Your quotes come from the Dave Cushman site and you left off the quote "the Honey Home soon disappeared, as many of the new introductions or inventions often do." Unless I missed it I didn't see anything about what the "Honey Home" was made of. I also don't know what the polystyrene hives were like many years ago. They are certainly very durable and can be scraped and today unlike the "Honey Home" they dominate the non-wood hive market. But how a link to a hive that isn't very well described and disappeared decades ago contributes to the discussion escapes me.
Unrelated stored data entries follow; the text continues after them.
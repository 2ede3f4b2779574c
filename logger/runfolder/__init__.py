"""The run folder, the one file format of coilshift: the log.csv column table, frame tables,
run.json, markers.csv, frame flags, run and output folders, crash-safe writing and reading.
Imports only the standard library, NumPy, pandas and :mod:`coilshift.logger.errors`."""
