"""Two guards for the moments when a folder is being swapped or replaced: a lock that keeps two
coilshift commands out of one run folder, and a way to hold off Ctrl-C, SIGTERM and SIGHUP for
the few renames that must not be cut in half.

The lock is an advisory ``flock`` on the folder itself (opened read-only), so it leaves no file
behind and the kernel drops it when the process dies, however it dies. Where ``fcntl`` does not
exist (Windows) there is no lock.
"""

from __future__ import annotations

import os
import signal
import threading
from contextlib import contextmanager
from pathlib import Path

from coilshift.logger.errors import InputError

#: the signals a user or the system sends to end a command: held during the short critical steps
ENDING_SIGNALS = tuple(getattr(signal, name) for name in ("SIGINT", "SIGTERM", "SIGHUP") if hasattr(signal, name))


@contextmanager
def held_signals():
    """Delay Ctrl-C, SIGTERM and SIGHUP until the block is done (they are delivered afterwards).

    For steps that take milliseconds and must finish once started: setting an old run aside,
    putting it back, swapping a finished output folder in. The handlers are swapped for ones
    that only note the signal, and the first one noted is raised again at the end, so it reaches
    the handler that was in place (Python runs signal handlers in the main thread whichever
    thread the signal hits, so masking it there would not be enough). Outside the main thread,
    where handlers cannot be changed, this does nothing.
    """
    if threading.current_thread() is not threading.main_thread():
        yield
        return
    noted: list[int] = []
    saved = {}
    for sig in ENDING_SIGNALS:
        old = signal.getsignal(sig)
        if old is not None:  # None: a handler not set from Python, which cannot be put back
            saved[sig] = old
            signal.signal(sig, lambda signum, frame: noted.append(signum))
    try:
        yield
    finally:
        for sig, old in saved.items():
            signal.signal(sig, old)
        if noted:
            signal.raise_signal(noted[0])


class FolderLock:
    """An exclusive advisory lock on a folder, held by this process until :meth:`release`.

    Raises :class:`InputError` naming the folder when another process holds it.
    """

    def __init__(self, folder: str | os.PathLike):
        self.folder = Path(folder)
        self._fd: int | None = None
        try:
            import fcntl
        except ImportError:  # no advisory locks on this platform
            return
        try:
            fd = os.open(self.folder, os.O_RDONLY)
        except OSError:
            return  # a folder that cannot be opened cannot be written either: the writer says so
        try:
            fcntl.flock(fd, fcntl.LOCK_EX | fcntl.LOCK_NB)
        except BlockingIOError:
            os.close(fd)
            raise InputError(f"{self.folder}: another coilshift command is writing this folder right now; "
                             "wait for it to finish or choose another folder") from None
        except OSError:  # the file system has no locks (some network mounts): go on without
            os.close(fd)
            return
        self._fd = fd

    @property
    def held(self) -> bool:
        return self._fd is not None

    def release(self) -> None:
        """Let go of the lock (closing the folder's descriptor drops it)."""
        fd, self._fd = self._fd, None
        if fd is not None:
            os.close(fd)
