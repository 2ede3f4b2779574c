"""Run folders and output folders on disk: which files a run folder holds, creating one, refusing
an existing one, and undoing a run that failed while it was written.

A run never overwrites another by accident: an existing non-empty folder is refused unless
``force``; with ``force`` only the run's own files are replaced (anything else the user keeps
there stays), and a run that fails while being written puts the replaced files back.
"""

from __future__ import annotations

import os
import shutil
from contextlib import contextmanager
from pathlib import Path

from coilshift.logger.errors import InputError, setting

LOG_NAME = "log.csv"
META_NAME = "run.json"
MARKERS_NAME = "markers.csv"
#: files a run folder may hold that a forced run is allowed to replace
RUN_FILES = (LOG_NAME, META_NAME, MARKERS_NAME)


def refuse_existing(run_dir: str | os.PathLike, force: bool = False,
                    replaces: str = "its run files") -> None:
    """Raise InputError if ``run_dir`` is a file, or a non-empty folder and not ``force``.

    Changes nothing: a command checks this before hours of work, not only when it writes.
    """
    run_dir = Path(run_dir)
    if run_dir.exists() and not run_dir.is_dir():
        raise InputError(f"{run_dir}: exists and is not a folder")
    if run_dir.is_dir() and any(run_dir.iterdir()) and not force:
        raise InputError(f"{run_dir}: folder exists and is not empty (use {setting('force')} to replace {replaces})")


def _make_folder(path: Path) -> None:
    try:
        path.mkdir(parents=True, exist_ok=True)
    except OSError as exc:
        raise InputError(f"{path}: cannot create folder ({exc.strerror})") from None


def prepare_run_dir(run_dir: str | os.PathLike, force: bool = False) -> Path:
    """Create ``run_dir`` for a new run; refuse an existing non-empty folder unless ``force``.

    With ``force`` only the run's own files (log.csv, run.json, markers.csv) are removed;
    anything else the user keeps there is left alone.
    """
    run_dir = Path(run_dir)
    refuse_existing(run_dir, force)
    if run_dir.is_dir():
        for name in RUN_FILES:
            p = run_dir / name
            if p.is_file():
                p.unlink()
            elif p.is_dir():
                shutil.rmtree(p)
    _make_folder(run_dir)
    if not os.access(run_dir, os.W_OK):
        raise InputError(f"{run_dir}: folder is not writable")
    return run_dir


def new_output_dir(path: str | os.PathLike, force: bool) -> Path:
    """An output folder (analysis results, a simulation) that must not already hold anything,
    unless ``force``."""
    path = Path(path)
    refuse_existing(path, force, replaces="its contents")
    _make_folder(path)
    return path


def set_aside(run_dir: Path) -> list[tuple[Path, Path]]:
    """Rename an old run's files (replaced under ``force``) so a failed write can put them back.

    Returns (original, set-aside) path pairs for :func:`restore` or :func:`discard`.
    """
    kept = []
    for fname in RUN_FILES:
        old = run_dir / fname
        if old.is_file():
            new = run_dir / f".{fname}.replaced-{os.getpid()}"
            os.replace(old, new)
            kept.append((old, new))
    return kept


def restore(kept: list[tuple[Path, Path]]) -> None:
    """Put files set aside by :func:`set_aside` back as they were."""
    for old, new in kept:
        os.replace(new, old)


def discard(kept: list[tuple[Path, Path]]) -> None:
    """Delete files set aside by :func:`set_aside` once the new run is complete."""
    for _old, new in kept:
        new.unlink()


def remove_created(run_dir: Path, existed: bool) -> None:
    """Undo a failed write: the folder if this run made it, else just the run's own files."""
    if not existed:
        shutil.rmtree(run_dir, ignore_errors=True)
        return
    for fname in RUN_FILES:
        try:
            (run_dir / fname).unlink()
        except OSError:
            pass
    for tmp in run_dir.glob(f".{META_NAME}.*.tmp"):
        try:
            tmp.unlink()
        except OSError:
            pass


@contextmanager
def replacing_run(run_dir: str | os.PathLike, force: bool = False):
    """Write a run into ``run_dir`` all or nothing: yields the prepared folder.

    Files of an old run are set aside first; if the body raises, what it created is removed and
    the old run comes back as it was; if it succeeds, the old files are deleted.
    """
    run_dir = Path(run_dir)
    existed = run_dir.exists()
    kept = set_aside(run_dir) if existed else []
    try:
        yield prepare_run_dir(run_dir, force)
    except BaseException:
        remove_created(run_dir, existed)
        restore(kept)
        raise
    discard(kept)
The second link you provided is to a polyurethane manufactured beehive from Slovakia. Not exactly helpful to our discussion. I know that these hives exist. There are also a number of HDPE hives out there and at least they are available here. But we were talking about sourcing materials for a DIY beehive and my comment was made in that context. The polyurethane I can buy at home depot or somewhere else is no better for making a beehive than the polystyrene I can buy there.
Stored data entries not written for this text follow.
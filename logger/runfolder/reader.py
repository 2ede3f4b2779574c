"""Read a shift log back: the core data object of the analysis side.

Accepts a run folder (log.csv + run.json [+ markers.csv]) or any CSV file with at least
``t_s`` and ``freq_hz`` columns, so a frequency log exported by another instrument can be
analysed too. Reads only the columns asked for; drops an incomplete last line and says the
run was interrupted; never modifies what it reads.
"""

from __future__ import annotations

import csv
import io
import os
from dataclasses import dataclass, field
from pathlib import Path

import numpy as np
import pandas as pd

from coilshift.logger.runfolder import flags as _flags
from coilshift.logger.errors import InputError
from coilshift.logger.runfolder.columns import FLAG_COLUMNS, NUMERIC
from coilshift.logger.runfolder.folders import LOG_NAME, MARKERS_NAME, META_NAME
from coilshift.logger.runfolder.markers import Marker, read_markers
from coilshift.logger.textfile import read_json, require_regular_file

#: columns every log must have (a bare CSV from another instrument too)
REQUIRED = ("t_s", "freq_hz")
#: largest magnitude accepted in a numeric column: beyond it a value is a damaged cell, not a
#: reading (10 GHz, 300 years, 10 000 dB), and squaring it in the analysis would overflow
LIMITS = {"t_s": 1e10, "freq_hz": 1e10, "shift_hz": 1e10, "amp_dbfs": 1e4, "snr_db": 1e4}
#: field separators a log may use (a spreadsheet saves ';' where the decimal mark is ',')
SEPARATORS = (",", ";", "\t")


@dataclass
class FrequencyLog:
    """A frequency log: a table plus a metadata dict, SI units inside.

    Attributes
    ----------
    table : DataFrame with ``t_s`` and ``freq_hz`` (float, NaN where no tone) and whichever of
        ``shift_hz``, ``amp_dbfs``, ``snr_db``, ``flags`` (int mask) were read.
    meta : run.json contents ({} for a bare CSV)
    markers : the run's markers (empty list when none)
    interrupted : True when the log ended mid-line or run.json does not say complete
    source : the path read
    """

    table: pd.DataFrame
    meta: dict = field(default_factory=dict)
    markers: list[Marker] = field(default_factory=list)
    interrupted: bool = False
    source: str = ""

    @property
    def t_s(self) -> np.ndarray:
        return self.table["t_s"].to_numpy(float)

    @property
    def freq_hz(self) -> np.ndarray:
        return self.table["freq_hz"].to_numpy(float)

    @property
    def baseline_hz(self) -> float:
        """Baseline from run.json, else the median frequency of the first 2 s (or of the live
        run's first baseline window, when it ended before the window closed)."""
        base = self.meta.get("baseline") if isinstance(self.meta.get("baseline"), dict) else {}
        b = base.get("freq_hz")
        if isinstance(b, (int, float)) and np.isfinite(b):
            return float(b)
        w = base.get("window_s")
        window_s = float(w) if isinstance(w, (int, float)) and 0 < w < LIMITS["t_s"] else 2.0
        t, f = self.t_s, self.freq_hz
        sel = (t <= t[0] + window_s) & np.isfinite(f) if len(t) else np.zeros(0, bool)
        return float(np.median(f[sel])) if sel.any() else float("nan")

    @property
    def shift_hz(self) -> np.ndarray:
        """Frequency minus baseline, derived (not trusted from the file)."""
        return self.freq_hz - self.baseline_hz

    def usable(self) -> np.ndarray:
        """Boolean mask of frames whose frequency is usable (finite, not gap/no-tone/out-of-band)."""
        ok = np.isfinite(self.freq_hz)
        if "flags" in self.table:
            ok &= (self.table["flags"].to_numpy(np.int64) & _flags.UNUSABLE) == 0
        return ok


def _resolve(path: Path) -> tuple[Path, Path | None, Path | None]:
    if path.is_dir():
        log = path / LOG_NAME
        if not log.is_file():
            raise InputError(f"{path}: no {LOG_NAME} in this folder (not a run folder)")
        meta = path / META_NAME
        markers = path / MARKERS_NAME
        return log, meta if meta.is_file() else None, markers if markers.is_file() else None
    if path.exists():
        return require_regular_file(path, "log file"), None, None
    raise InputError(f"{path}: no such file or folder")


class _Limited(io.RawIOBase):
    """A read-only view of the first ``limit`` bytes of a binary file."""

    def __init__(self, fh, limit: int):
        self._fh, self._left = fh, limit

    def readable(self) -> bool:
        return True

    def readinto(self, buf) -> int:
        n = min(len(buf), self._left)
        if n <= 0:
            return 0
        data = self._fh.read(n)
        buf[: len(data)] = data
        self._left -= len(data)
        return len(data)


def _inspect(log_path: Path) -> tuple[int, bool, tuple[list[str], str, str]]:
    """Size of the whole-line part of the file, whether a partial last line was cut, and the
    header with the field separator and decimal mark."""
    try:
        with open(log_path, "rb") as fh:
            head = fh.read(65536)
            fh.seek(0, os.SEEK_END)
            size = fh.tell()
            if size == 0:
                raise InputError(f"{log_path}: empty file (a log needs a header with t_s and freq_hz)")
            fh.seek(max(0, size - 65536))
            tail = fh.read()
    except OSError as exc:
        raise InputError(f"{log_path}: cannot read ({exc.strerror})") from None
    interrupted = not tail.endswith(b"\n")
    if interrupted:
        cut = tail.rfind(b"\n")
        size = size - len(tail) + cut + 1 if cut >= 0 else 0
    lines = head.split(b"\n", 2)
    try:
        first = lines[0].decode("utf-8-sig")
        second = lines[1].decode("utf-8") if len(lines) > 1 else ""
    except UnicodeDecodeError:
        raise InputError(f"{log_path}: not a text CSV file") from None
    sep, decimal = _separator(first, second)
    try:
        header = [h.strip() for h in next(csv.reader([first.strip()], delimiter=sep), [])]
    except csv.Error as exc:  # a carriage return or a broken quote inside the header line
        raise InputError(f"{log_path}: the header line cannot be read as CSV ({_short(exc)})") from None
    return size, interrupted, (header, sep, decimal)


def _separator(header: str, first_row: str) -> tuple[str, str]:
    """The field separator (the one splitting the header into most fields; ',' on a tie) and the
    decimal mark (',' when fields are ';'-separated and the first row has commas)."""
    sep = max(SEPARATORS, key=lambda c: (header.count(c), c == ","))
    decimal = "," if sep == ";" and "," in first_row else "."
    return sep, decimal


def _unique(names: list[str]) -> list[str]:
    """Header names made unique (a repeated name gets .1, .2 ...), as pandas would."""
    seen: dict[str, int] = {}
    out = []
    for n in names:
        k = seen.get(n, 0)
        seen[n] = k + 1
        out.append(n if k == 0 else f"{n}.{k}")
    return out


def _short(text: str, limit: int = 80) -> str:
    """A library message cut to one short printable line (a damaged cell can hold anything)."""
    line = str(text).splitlines()[0] if str(text) else ""
    line = "".join(c if c.isprintable() else repr(c)[1:-1] for c in line)
    return line if len(line) <= limit else line[:limit] + "..."


def _check_ranges(table: pd.DataFrame, log_path: Path) -> None:
    """Refuse values no log can hold (a damaged cell, a foreign column in other units)."""
    for name, limit in LIMITS.items():
        if name not in table:
            continue
        v = table[name].to_numpy(float)
        bad = np.isfinite(v) & (np.abs(v) > limit)
        if name == "freq_hz":
            bad |= np.isfinite(v) & (v < 0)
        if bad.any():
            k = int(np.argmax(bad))
            raise InputError(f"{log_path}: {name} {v[k]:g} on row {k + 2} is out of range "
                             f"(a {name} value lies within {'0' if name == 'freq_hz' else f'{-limit:g}'}..{limit:g})")


def _window_baselines(meta: dict) -> tuple[np.ndarray, np.ndarray]:
    """Start times and frequencies of the live run's baseline windows that found a baseline,
    from run.json (``totals.baselines`` of a finished run, else ``baseline`` and its history)."""
    totals = meta.get("totals") if isinstance(meta.get("totals"), dict) else {}
    base = meta.get("baseline") if isinstance(meta.get("baseline"), dict) else {}
    entries = totals.get("baselines")
    if not isinstance(entries, list):
        history = base.get("history")
        entries = (list(history) if isinstance(history, list) else []) + [base]
    found = []
    for e in entries:
        if not isinstance(e, dict):
            continue
        t0, f0 = e.get("window_start_s"), e.get("freq_hz")
        if all(isinstance(v, (int, float)) and not isinstance(v, bool) and np.isfinite(v) for v in (t0, f0)):
            found.append((float(t0), float(f0)))
    found.sort()
    return np.array([t for t, _ in found]), np.array([f for _, f in found])


def _fill_window_shifts(table: pd.DataFrame, meta: dict) -> None:
    """Fill the empty shift_hz cells of rows written inside a baseline window: freq_hz minus the
    baseline of the latest window that found one and started at or before the row."""
    if "shift_hz" not in table or not meta:
        return
    shift = table["shift_hz"].to_numpy(float)
    freq = table["freq_hz"].to_numpy(float)
    blank = np.isnan(shift) & np.isfinite(freq)
    if not blank.any():
        return
    starts, freqs = _window_baselines(meta)
    if starts.size == 0:
        return
    t = table["t_s"].to_numpy(float)
    k = np.searchsorted(starts, t, side="right") - 1
    fill = blank & (k >= 0)
    if fill.any():
        shift = shift.copy()
        shift[fill] = freq[fill] - freqs[k[fill]]
        table["shift_hz"] = shift


def read_log(path: str | os.PathLike, columns: tuple[str, ...] | None = None) -> FrequencyLog:
    """Read a run folder or a log CSV.

    Parameters
    ----------
    path : run folder or CSV file
    columns : columns to load (``t_s`` and ``freq_hz`` always); ``None`` loads the standard
        numeric columns and flags when present.

    Raises
    ------
    InputError : missing file, missing ``t_s``/``freq_hz``, non-numeric cells, time not increasing
    """
    path = Path(path)
    log_path, meta_path, markers_path = _resolve(path)
    meta: dict = {}
    if meta_path is not None:
        meta = read_json(meta_path, "run.json")
        if not isinstance(meta, dict):
            raise InputError(f"{meta_path}: expected a JSON object")
    size, interrupted, (header, sep, decimal) = _inspect(log_path)
    if meta and meta.get("status") not in (None, "complete"):
        interrupted = True
    for c in REQUIRED:
        if header.count(c) > 1:
            raise InputError(f"{log_path}: two columns named {c}")
    missing = [c for c in REQUIRED if c not in header]
    if missing:
        raise InputError(f"{log_path}: no {' or '.join(missing)} column (a log needs t_s and freq_hz)")
    wanted = list(REQUIRED) + [c for c in (columns or NUMERIC + FLAG_COLUMNS) if c not in REQUIRED]
    use = [c for c in wanted if c in header]
    dtypes = {c: ("category" if c in FLAG_COLUMNS else "float64") for c in use if c in NUMERIC + FLAG_COLUMNS}
    try:
        with open(log_path, "rb") as fh:
            # read only whole lines: an interrupted writer may have left half a row at the end
            table = pd.read_csv(io.BufferedReader(_Limited(fh, size), buffer_size=1 << 20), header=0,
                                names=_unique(header), usecols=use, dtype=dtypes, skipinitialspace=True,
                                sep=sep, decimal=decimal, encoding="utf-8-sig", keep_default_na=True)
    except pd.errors.EmptyDataError:
        raise InputError(f"{log_path}: no complete lines in the log") from None
    except pd.errors.ParserError as exc:
        raise InputError(f"{log_path}: malformed CSV ({_short(exc)})") from None
    except (ValueError, UnicodeDecodeError) as exc:
        raise InputError(f"{log_path}: non-numeric or unreadable value in a column "
                         f"({_short(exc) or type(exc).__name__})") from None
    for name in FLAG_COLUMNS:
        if name in table:
            cats = table[name].cat.categories
            codes = np.array([_flags.from_text(str(c)) for c in cats] + [0], dtype=np.int64)
            table[name] = codes[table[name].cat.codes.to_numpy()]  # code -1 (empty) -> last -> 0
    t = table["t_s"].to_numpy(float)
    if len(t) == 0:
        raise InputError(f"{log_path}: the log has no rows")
    if not np.all(np.isfinite(t)):
        raise InputError(f"{log_path}: t_s has empty or non-finite values")
    if np.any(np.diff(t) <= 0):
        k = int(np.argmax(np.diff(t) <= 0))
        raise InputError(f"{log_path}: t_s does not increase (row {k + 3}: {t[k + 1]} after {t[k]})")
    if np.isinf(table["freq_hz"].to_numpy(float)).any():
        raise InputError(f"{log_path}: freq_hz has infinite values")
    _check_ranges(table, log_path)
    _fill_window_shifts(table, meta)
    markers = read_markers(markers_path) if markers_path is not None else []
    return FrequencyLog(table=table, meta=meta, markers=markers, interrupted=interrupted, source=str(path))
I won't respond further unless your comments get back on topic.


----------



## msl (Sep 6, 2016)

> The polyurethane I can buy at home depot or somewhere else is no better for making a beehive than the polystyrene I can buy there.


very true, witch is why i provided a link for something 26x as dence as the HD stuff, but it dosn't need to be that strong 
form deaitles in the links I provided
_Working with ICI Chemicals and a plastics fabrication company based in South Yorkshire, Neville applied for what is believed to be the first patent for a “plastic” hive
– soon to be named the “Honey Home”. At that time the material used, “integral skinned *polyurethane foam*”_
_Honey Homes can be successfully painted and several are known to be *still in use after 40 years!*_


----------



## odfrank (May 13, 2002)

Buy ten frame boxes and cut them in half to 8 frame width and glue back together. Its been done with wood. Polyurethane glue and a handle cleat across and they are as strong as new.


----------



## clong (Apr 6, 2015)

Good suggestion. After considering the options, that is the way I will go. Thanks.


----------



## odfrank (May 13, 2002)

I apoligize publically to Charlie to whom I failed to credit the idea of cutting down boxes from 10 frame width to 8 frame width. His carpentry was so impeccable that the only evidence was a very short handle slot. He did that after he concluded that smaller boxes would be better for 15 hives on the roof of a four story apartment with no elevator!


----------



## Richinbama (Jan 15, 2018)

Msl, I'm not sure about buying made products like your saying. But I worked in a eps factory for years. Simple process of mfg them. Yes molds would cost about 7000.00 each u.s. most eps plants have lots of molds on their racks, and may have a limited number of molds that would work for you. I've got some large eps /Styrofoam coolers from there. They would make great self contained boxes. For home use, not resale. I'll be making some 5-6 frame deep boxes from them this spring. Lots.of hot glue, and they will last several years of general use. More if painted with a good latex paint. Like a semi gloss. The more complex the mold, the more they cost. I've sewn em cost more than 20,000.00 each. Not for a garage project to manufacture. They use high steam, and lots of air pressure to mold eps beads, and u would have to have lots of mtg experience, and lots of boiler and air compressor power . So no wood moulds would work in the garage. I know the process from the ground up, if you need more info. But you just couldn't do it at home. Lots of work in the process. I'd do it over the phone, not on forum, as it would require to much time and space . You can email me, and I could pass my contact info to You.


----------



## Charlie B (May 20, 2011)

odfrank said:


> I apoligize publically to Charlie to whom I failed to credit the idea of cutting down boxes from 10 frame width to 8 frame width.


And I apologize on behalf of Ollie for misspelling apology.


----------